Is GC multi-threaded?
- I hope so.
- It hasn't been in some of the index+log papers/systems.
Does value log GC require index queries?
- Yes, in most of the index+log papers/systems this is required to determine whether a value is live when scanning the value log during GC
- HashKV proposed a solution that doesn't require such queries. It is a wonderful paper but I think there are more things to figure out. The general idea is to hash KV pairs into buckets such that all keys for a bucket will fit in memory during GC. GC then reads the value log segments for a bucket twice -- first to get the keys, second to copy the live KV pairs into a new log segment. I wonder if managing the hash bucket ranges has things in common with linear and extendible hashing.
Must the index be cached?
- The index for index+log might be 10X larger than for an LSM because an LSM uses a block index while index+log uses a row index. A block index has a key+pointer per block and a row index has that per row. An LSM only needs a block index because rows are clustered by key.
- To do at most one IO per point query for a database larger than memory the index must be cached for index+log to avoid index IO as the IO is spent reading the value log. If the <= 1 IO / query constraint is then cache-amp is larger for index+log compared to LSM because the index+log index is larger (see #1).
- If value log GC queries the index to determine whether each value is live then this query shouldn't do IO or GC will be too slow and inefficient. This is another reason for caching the index+log index.
- If the index must be cached then maybe an LSM isn't the best choice. Consider an index structure optimized for a main-memory DBMS.
Is block compression possible?
- I hope so but this hasn't been explained in some of the index+log papers/systems.
- Per-record compression can be done instead of block compression. That will have a lower compression rate but less CPU overhead when decompressing on read.
- It might be hard to do block compression the first time a KV pair is written to a value log. One option is to write to a redo log until enough data is available to do block compression and then write to the value log. Another option is to defer block compression until KV pairs are rewritten during GC.
When the index is an LSM what happens when values are moved?
- This is an issue that I learned about via CockroachDB. I should have figured it out long ago but mistakes happen.
- The LSM tree is read in order -- top to bottom with leveled compaction and left to right with tiered compaction. This guarantees that the correct result is returned with respect to visibility. If the first entry for a key is a tombstone then the search can stop (ignoring snapshot reads).

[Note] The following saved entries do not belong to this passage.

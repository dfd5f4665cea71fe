"""Transects cut from a grid in memory: many lines over one map."""

from __future__ import annotations

from typing import TYPE_CHECKING

import numpy as np

from orolift.errors import TerrainError
from orolift.terrain.grid import grid_elevation
from orolift.terrain.transect import MINIMUM_RELIEF, Transect

if TYPE_CHECKING:
    from numpy.typing import NDArray

    from orolift.terrain.grid import ElevationGrid

POINTS = 512
MOST_LINES = 21
"""Lines across a swath; more change its mean by less than the raster's own errors: a judgement."""
LEAST_LENGTH = 30.0e3
"""A line that the grid cuts shorter than this [m] is none; a judgement."""


def grid_line(
    grid: ElevationGrid,
    x: float,
    y: float,
    bearing: float,
    *,
    upwind: float,
    downwind: float,
    swath: float,
    points: int = POINTS,
    north: float = 0.0,
) -> tuple[Transect, float]:
    """A straight line over a grid, averaged across a swath.

    Parameters
    ----------
    grid : ElevationGrid
        In metres.
    x, y : float [m]
        Point it passes through, inside the grid.
    bearing : float [rad]
        True bearing toward which it runs.
    upwind, downwind : float [m]
        Length either side of the point; shortened where the grid ends.
    swath : float [m]
        Width over which the ground is averaged; 0 for the line alone.
    points : int
    north : float [rad]
        Bearing of true north on the grid.

    Returns
    -------
    Transect
        Without longitude and latitude.
    start : float [m]
        Distance of the transect's first point from the point, negative upwind: the
        point lies at ``-start`` along it.

    Raises
    ------
    TerrainError
        If less than 30 km of the line lie on the grid without a gap, or it is flat.
    """
    turned = bearing + north
    along = np.linspace(-upwind, downwind, points)
    cell = float(abs(grid.x[1] - grid.x[0]))
    lines = min(2 * int(np.ceil(swath / 2.0 / cell)) + 1, MOST_LINES) if swath > 0.0 else 1
    offsets = np.linspace(-swath / 2.0, swath / 2.0, lines)[:, np.newaxis] if lines > 1 else np.zeros((1, 1))
    ground = grid_elevation(
        grid,
        x + along * np.sin(turned) + offsets * np.cos(turned),
        y + along * np.cos(turned) - offsets * np.sin(turned),
    )
    mean, high = _across(ground)
    first, last = _covered(mean, int(np.argmin(np.abs(along))))
    along, mean, high = along[first:last], mean[first:last], high[first:last]
    if along.size < 2 or along[-1] - along[0] < LEAST_LENGTH:
        raise TerrainError(
            f"less than {LEAST_LENGTH / 1000.0:.0f} km of the line through the point lie on the elevation raster "
            "without a gap. Use a raster that reaches further, or another wind direction."
        )
    if np.ptp(mean) < MINIMUM_RELIEF:
        raise TerrainError(
            f"the ground along the line through the point is flat: {np.ptp(mean):.0f} m between its lowest and highest "
            f"point, and at least {MINIMUM_RELIEF:g} m are needed to lift air."
        )
    line = Transect(along - along[0], mean, bearing % (2.0 * np.pi), high_elevation=high if lines > 1 else None)
    return line, float(along[0])


def _across(ground: NDArray[np.float64]) -> tuple[NDArray[np.float64], NDArray[np.float64]]:
    """Mean and 90th percentile across the swath, NaN where fewer than half of its lines have ground."""
    known = np.isfinite(ground)
    count = known.sum(axis=0)
    mean = np.where(known, ground, 0.0).sum(axis=0) / np.maximum(count, 1)
    place = 0.9 * np.maximum(count - 1, 0)
    below, ordered = np.floor(place).astype(np.intp), np.sort(ground, axis=0)  # NaN last
    columns = np.arange(ground.shape[1])
    low, high = ordered[below, columns], ordered[np.minimum(below + 1, np.maximum(count - 1, 0)), columns]
    enough = 2 * count >= ground.shape[0]
    return np.where(enough, mean, np.nan), np.where(enough, low + (place - below) * (high - low), np.nan)


def _covered(mean: NDArray[np.float64], middle: int) -> tuple[int, int]:
    """First and one past last of the points round the middle without a gap."""
    missing = np.flatnonzero(~np.isfinite(mean))
    before, after = missing[missing <= middle], missing[missing >= middle]
    return int(before[-1]) + 1 if before.size else 0, int(after[0]) if after.size else mean.size
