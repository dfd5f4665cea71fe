"""Elevation on a grid: cells, and the ground between them."""

from __future__ import annotations

from dataclasses import dataclass
from typing import TYPE_CHECKING

import numpy as np

if TYPE_CHECKING:
    from numpy.typing import ArrayLike, NDArray


@dataclass(frozen=True)
class ElevationGrid:
    """Elevation of the cells of a map.

    Attributes
    ----------
    elevation : ndarray, shape (ny, nx) [m]
        Ground above sea level, rows north to south, NaN where missing.
    x : ndarray, shape (nx,) [m or degrees]
        Easting or longitude of the cell centres, uniform, increasing.
    y : ndarray, shape (ny,) [m or degrees]
        Northing or latitude of the cell centres, uniform, decreasing.
    """

    elevation: NDArray[np.float64]
    x: NDArray[np.float64]
    y: NDArray[np.float64]


def grid_elevation(grid: ElevationGrid, x: ArrayLike, y: ArrayLike) -> NDArray[np.float64]:
    """Ground at points of a grid.

    Parameters
    ----------
    grid : ElevationGrid
    x, y : array_like, broadcast together [unit of the grid]
        Points wanted.

    Returns
    -------
    ndarray, the broadcast shape [m]
        Bilinear between the cell centres; NaN outside the cells and where
        most of the weight falls on missing cells.

    Notes
    -----
    Up to half a cell outside the outermost centres the outermost values
    hold. Missing cells with less than half of the weight are left out and the
    remaining weights scaled up.

    Examples
    --------
    >>> plane = ElevationGrid(np.array([[10.0, 20.0], [0.0, 10.0]]), np.array([0.0, 1.0]), np.array([1.0, 0.0]))
    >>> grid_elevation(plane, 0.5, 0.25)
    array(7.5)
    """
    column = (np.asarray(x, dtype=np.float64) - grid.x[0]) / (grid.x[1] - grid.x[0])
    row = (np.asarray(y, dtype=np.float64) - grid.y[0]) / (grid.y[1] - grid.y[0])
    return bilinear(grid.elevation, row, column)


def bilinear(values: NDArray[np.float64], row: ArrayLike, column: ArrayLike) -> NDArray[np.float64]:
    """Values between the cells of an array, by fractional row and column.

    Parameters
    ----------
    values : ndarray, shape (ny, nx)
        Cell values, NaN where missing.
    row, column : array_like, broadcast together [1]
        Positions; whole numbers are cell centres.

    Returns
    -------
    ndarray, the broadcast shape
        See `grid_elevation`.

    Examples
    --------
    >>> bilinear(np.array([[0.0, 1.0], [2.0, 3.0]]), [0.5, 5.0], [0.5, 0.0])
    array([1.5, nan])
    """
    row, column = np.broadcast_arrays(np.asarray(row, dtype=np.float64), np.asarray(column, dtype=np.float64))
    ny, nx = values.shape
    inside = (row >= -0.5) & (row <= ny - 0.5) & (column >= -0.5) & (column <= nx - 0.5)
    r = np.clip(np.where(inside, row, 0.0), 0.0, ny - 1.0)
    c = np.clip(np.where(inside, column, 0.0), 0.0, nx - 1.0)
    top, left = np.floor(r).astype(np.intp), np.floor(c).astype(np.intp)
    down, right = r - top, c - left
    total, weight = np.zeros(r.shape), np.zeros(r.shape)
    for i, row_share in ((top, 1.0 - down), (np.minimum(top + 1, ny - 1), down)):
        for j, column_share in ((left, 1.0 - right), (np.minimum(left + 1, nx - 1), right)):
            cell = values[i, j]
            share = np.where(np.isnan(cell), 0.0, row_share * column_share)
            total += share * np.nan_to_num(cell)
            weight += share
    known = inside & (weight >= 0.5)
    return np.asarray(np.divide(total, weight, out=np.full(r.shape, np.nan), where=known))
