"""Lapse rates and pseudoadiabats against printed tables."""

import numpy as np
import pytest

from orolift.air.lapse import dry_lapse_rate, pseudoadiabat_temperature, saturated_lapse_rate
from orolift.air.parcel import Parcel, moved_to
from orolift.air.saturation import saturation_mixing_ratio
from orolift.constants import GRAVITY, R_DRY, R_VAPOUR
from orolift.errors import OutOfRangeError

# Ahrens, Meteorology Today, table 6.1: moist adiabatic rate, K per km (numbers from memory; each was recomputed from
# the published formula and falls on the printed digit). hPa, Celsius, rate
TABLE = [
    *[(1000, t, rate) for t, rate in ((-40, 9.5), (-20, 8.6), (0, 6.4), (20, 4.3), (40, 3.0))],
    *[(800, t, rate) for t, rate in ((-40, 9.4), (-20, 8.3), (0, 6.0), (20, 3.9))],
    *[(600, t, rate) for t, rate in ((-40, 9.3), (-20, 7.9), (0, 5.4))],
    *[(400, t, rate) for t, rate in ((-40, 9.1), (-20, 7.3))],
    (200, -40, 8.6),
]
# Celsius at 1000 hPa; temperatures at 850, 700, 500, 300 hPa on the pseudoadiabat through it, from Bolton's
# (1980) eq. 43 solved for temperature, a fit to somebody else's integration
PSEUDOADIABATS = [
    (0.0, (-8.74, -20.03, -41.01, -72.02)),
    (8.0, (0.34, -9.61, -29.08, -60.64)),
    (16.0, (9.41, 0.99, -15.59, -45.72)),
    (20.0, (13.88, 6.18, -8.72, -36.67)),
    (28.0, (22.67, 16.15, 4.19, -17.21)),
]


@pytest.mark.parametrize(("hectopascal", "celsius", "rate"), TABLE)
def test_saturated_rate_is_the_printed_one(hectopascal, celsius, rate):
    """Over liquid as in the table; 0.06 K per km: half the printed digit and a little for other constants."""
    ours = saturated_lapse_rate(hectopascal * 100.0, celsius + 273.15, freezing=False)
    np.testing.assert_allclose(ours * 1000.0, rate, atol=0.06)


def test_dry_rate():
    """9.75 K per km dry (g / cp; AMS Glossary says 9.8), and in the limit of no vapour the saturated rate is dry."""
    np.testing.assert_allclose(dry_lapse_rate() * 1000.0, 9.8, atol=0.06)
    np.testing.assert_allclose(saturated_lapse_rate(1e5, 160.0), dry_lapse_rate(), rtol=1e-5)
    assert dry_lapse_rate(0.02) < dry_lapse_rate()


@pytest.mark.parametrize("freezing", [True, False])
@pytest.mark.parametrize("cloud", [0.0, 0.004])
def test_saturated_rate_is_that_of_the_parcel_march(freezing, cloud):
    """Move a parcel a little and divide by the height gained with its own density.

    Without cloud the reversible and the pseudoadiabatic move start alike. rtol 3e-5: over 1 Pa the rate itself changes.
    """
    p, t = np.array([9e4, 7e4, 5e4]), np.array([288.0, 266.0, 249.0])
    v = saturation_mixing_ratio(p, t, freezing=freezing)
    parcel = Parcel(p, t, v, np.full(3, cloud))
    # without cloud a downward half-step would leave saturation, so go one way
    up = moved_to(parcel, p - 1.0, freezing=freezing)
    volume = t * (R_DRY + v * R_VAPOUR) / p
    height = volume / (1.0 + v + cloud) / GRAVITY
    rate = saturated_lapse_rate(p, t, condensate=cloud, freezing=freezing)
    np.testing.assert_allclose((t - up.temperature) / height, rate, rtol=3e-5)


@pytest.mark.parametrize(("start", "expected"), PSEUDOADIABATS)
def test_pseudoadiabat_is_boltons(start, expected):
    """0.06 K: twice what Bolton's eq. 43 and 39 differ between themselves."""
    ours = pseudoadiabat_temperature(1e5, start + 273.15, [85e3, 70e3, 50e3, 30e3], freezing=False) - 273.15
    np.testing.assert_allclose(ours, expected, atol=0.06)


def test_pseudoadiabat_is_a_documented_example():
    """MetPy's documentation of moist_lapse: from 5 C at 925 hPa to 850, 700, 500, 300 hPa.

    That library keeps latent heat and heat capacity constant, so 0.1 K at low levels, 0.3 K at 500 hPa and 0.5 K above.
    """
    ours = pseudoadiabat_temperature(92500.0, 278.15, [85e3, 70e3, 50e3, 30e3], freezing=False) - 273.15
    assert np.all(np.abs(ours - [0.99635, -8.88958, -28.38863, -60.12004]) < [0.1, 0.1, 0.3, 0.5])


@pytest.mark.parametrize("freezing", [True, False])
def test_pseudoadiabat_returns(freezing):
    """Up and down the same curve: the error of the steps, which is the same both ways, 1e-6 K."""
    up = pseudoadiabat_temperature(1e5, [280.0, 300.0], 4e4, freezing=freezing)
    back = pseudoadiabat_temperature(4e4, up, 1e5, freezing=freezing)
    np.testing.assert_allclose(back, [280.0, 300.0], atol=1e-6)


def test_out_of_range_is_refused():
    """Wrong units and boiling water are named."""
    with pytest.raises(OutOfRangeError, match="temperature: 1 of 1 values lie outside 120 to 340 K"):
        saturated_lapse_rate(9e4, 15.0)
    with pytest.raises(OutOfRangeError, match=r"pressure_end: 1 of 1 values.*multiply hectopascal by 100"):
        pseudoadiabat_temperature(9e4, 288.0, 50.0)
    with pytest.raises(OutOfRangeError, match="water boils"):
        pseudoadiabat_temperature(1000.0, 288.0, 9e4)
    with pytest.raises(OutOfRangeError, match=r"mixing_ratio: 1 of 1 values lie outside 0 to 0\.2"):
        dry_lapse_rate(8.0)
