"""Potential and virtual temperatures against published values and the laws that define them."""

import numpy as np
import pytest
from hypothesis import given, settings
from hypothesis import strategies as st

from orolift.air.temperature import (
    potential_temperature,
    temperature_from_potential_temperature,
    temperature_from_virtual_potential_temperature,
    temperature_from_virtual_temperature,
    virtual_potential_temperature,
    virtual_temperature,
)
from orolift.constants import GRAVITY, HEAT_CAPACITY_DRY_AIR, R_DRY, R_VAPOUR
from orolift.errors import OutOfRangeError

# pressure [Pa], temperature [K], potential temperature [K]
POTENTIAL = [
    pytest.param(8.0e4, 273.0, 290.9720, id="MetPy 1.7.1, 800 hPa, 273 K (kappa 0.2857)"),
    pytest.param(9.5e4, 287.15, 291.38, id="worked by hand, 950 hPa, 14 deg C: 18.23 deg C"),
    pytest.param(7.0e4, 273.15, 302.45, id="worked by hand with exponent 2/7, 700 hPa, 0 deg C"),
]

# temperature [K], mixing ratio [kg/kg], pressure [Pa], moist volume [m3 per kg of dry air]
VOLUMES = [
    pytest.param(298.15, 0.009926, 101325.0, 0.85779, id="CoolProp HAPropsSI, 25 deg C, 50 %"),
    pytest.param(303.15, 0.010652, 101325.0, 0.87321, id="CoolProp HAPropsSI, 30 deg C, 40 %"),
    pytest.param(293.15, 0.012767, 70000.0, 1.22640, id="CoolProp HAPropsSI, 20 deg C, 60 %, 700 hPa"),
]


@pytest.mark.parametrize(("pressure", "temperature", "expected"), POTENTIAL)
def test_potential_temperature_matches_published(pressure, temperature, expected):
    """atol 0.05 K: published exponents run from 0.2854 to 0.2859, which is 0.04 K at 700 hPa."""
    np.testing.assert_allclose(potential_temperature(pressure, temperature), expected, rtol=0, atol=0.05)


@pytest.mark.parametrize(("temperature", "ratio", "pressure", "volume"), VOLUMES)
def test_virtual_temperature_gives_the_density_of_real_moist_air(temperature, ratio, pressure, volume):
    """rtol 0.1 %: air and vapour are taken as ideal gases, real air is denser by up to 0.05 %."""
    density = pressure / (R_DRY * virtual_temperature(temperature, ratio))
    np.testing.assert_allclose(density, (1.0 + ratio) / volume, rtol=1e-3)


@given(st.floats(200, 320), st.floats(0, 0.04), st.floats(0, 0.01), st.floats(3e4, 1.05e5))
@settings(deadline=None)
def test_virtual_temperature_is_the_density_of_the_parts(temperature, vapour, condensate, pressure):
    """The law: dry air and vapour share the pressure, condensate adds mass only."""
    dry = pressure / (temperature * (R_DRY + vapour * R_VAPOUR))  # kg of dry air per m3
    density = dry * (1.0 + vapour + condensate)
    tv = virtual_temperature(temperature, vapour, condensate)
    np.testing.assert_allclose(pressure / (R_DRY * tv), density, rtol=1e-12)
    np.testing.assert_allclose(temperature_from_virtual_temperature(tv, vapour, condensate), temperature, rtol=1e-13)


@given(st.floats(200, 320), st.floats(0, 0.04), st.floats(0, 0.01), st.floats(1e4, 1.05e5))
@settings(deadline=None)
def test_potential_temperatures_round_trip(temperature, vapour, condensate, pressure):
    """Potential and virtual potential temperature and back return the temperature."""
    theta = potential_temperature(pressure, temperature)
    np.testing.assert_allclose(temperature_from_potential_temperature(pressure, theta), temperature, rtol=1e-13)
    virtual = virtual_potential_temperature(pressure, temperature, vapour, condensate)
    back = temperature_from_virtual_potential_temperature(pressure, virtual, vapour, condensate)
    np.testing.assert_allclose(back, temperature, rtol=1e-13)


def test_neutral_column_cools_at_the_dry_adiabatic_rate():
    """The law: constant potential temperature in hydrostatic air means -g / cpd."""
    pressure = np.array([8.001e4, 7.999e4])
    temperature = temperature_from_potential_temperature(pressure, 300.0)
    rise = R_DRY * temperature.mean() / GRAVITY * np.log(pressure[0] / pressure[1])
    np.testing.assert_allclose(np.diff(temperature)[0] / rise, -GRAVITY / HEAT_CAPACITY_DRY_AIR, rtol=1e-7)


def test_limits():
    """At 1000 hPa, dry and clear, all of them are the temperature; condensate makes air heavier, vapour lighter."""
    assert potential_temperature(1.0e5, 280.0) == 280.0
    assert virtual_potential_temperature(1.0e5, 280.0, 0.0) == 280.0
    assert virtual_temperature(280.0, 0.01) > 280.0 > virtual_temperature(280.0, 0.0, 0.001)


def test_celsius_is_refused():
    """Degrees Celsius are caught, and the message says what to add."""
    with pytest.raises(OutOfRangeError, match=r"temperature: 1 of 2 values lie outside 100 to 400 K .*add 273\.15"):
        potential_temperature(1e5, [280.0, 15.0])
    with pytest.raises(OutOfRangeError, match=r"mixing_ratio: 1 of 1 .*divide grams per kilogram by 1000"):
        virtual_temperature(280.0, 8.0)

- Value log GC moves live KV pairs to new log segments. To find the KV pair after the move either the index entry must be updated or the index entry must have a logical value log key and then another index is needed to map the logical value log key to a physical value log (filename, offset).
- Updating the LSM index entry to reference the new value log location (filename, offset) can be done by inserting a new KV pair into the LSM but that either breaks read consistency semantics or complicates read processing. It would break LSM read processing because inserting back into the LSM implies this is a new write, but it just a move for GC. Something other than an LSM that supports update-in-place makes this easier.
- Details on using a logical value log key are explained in a CockroachDB github issue.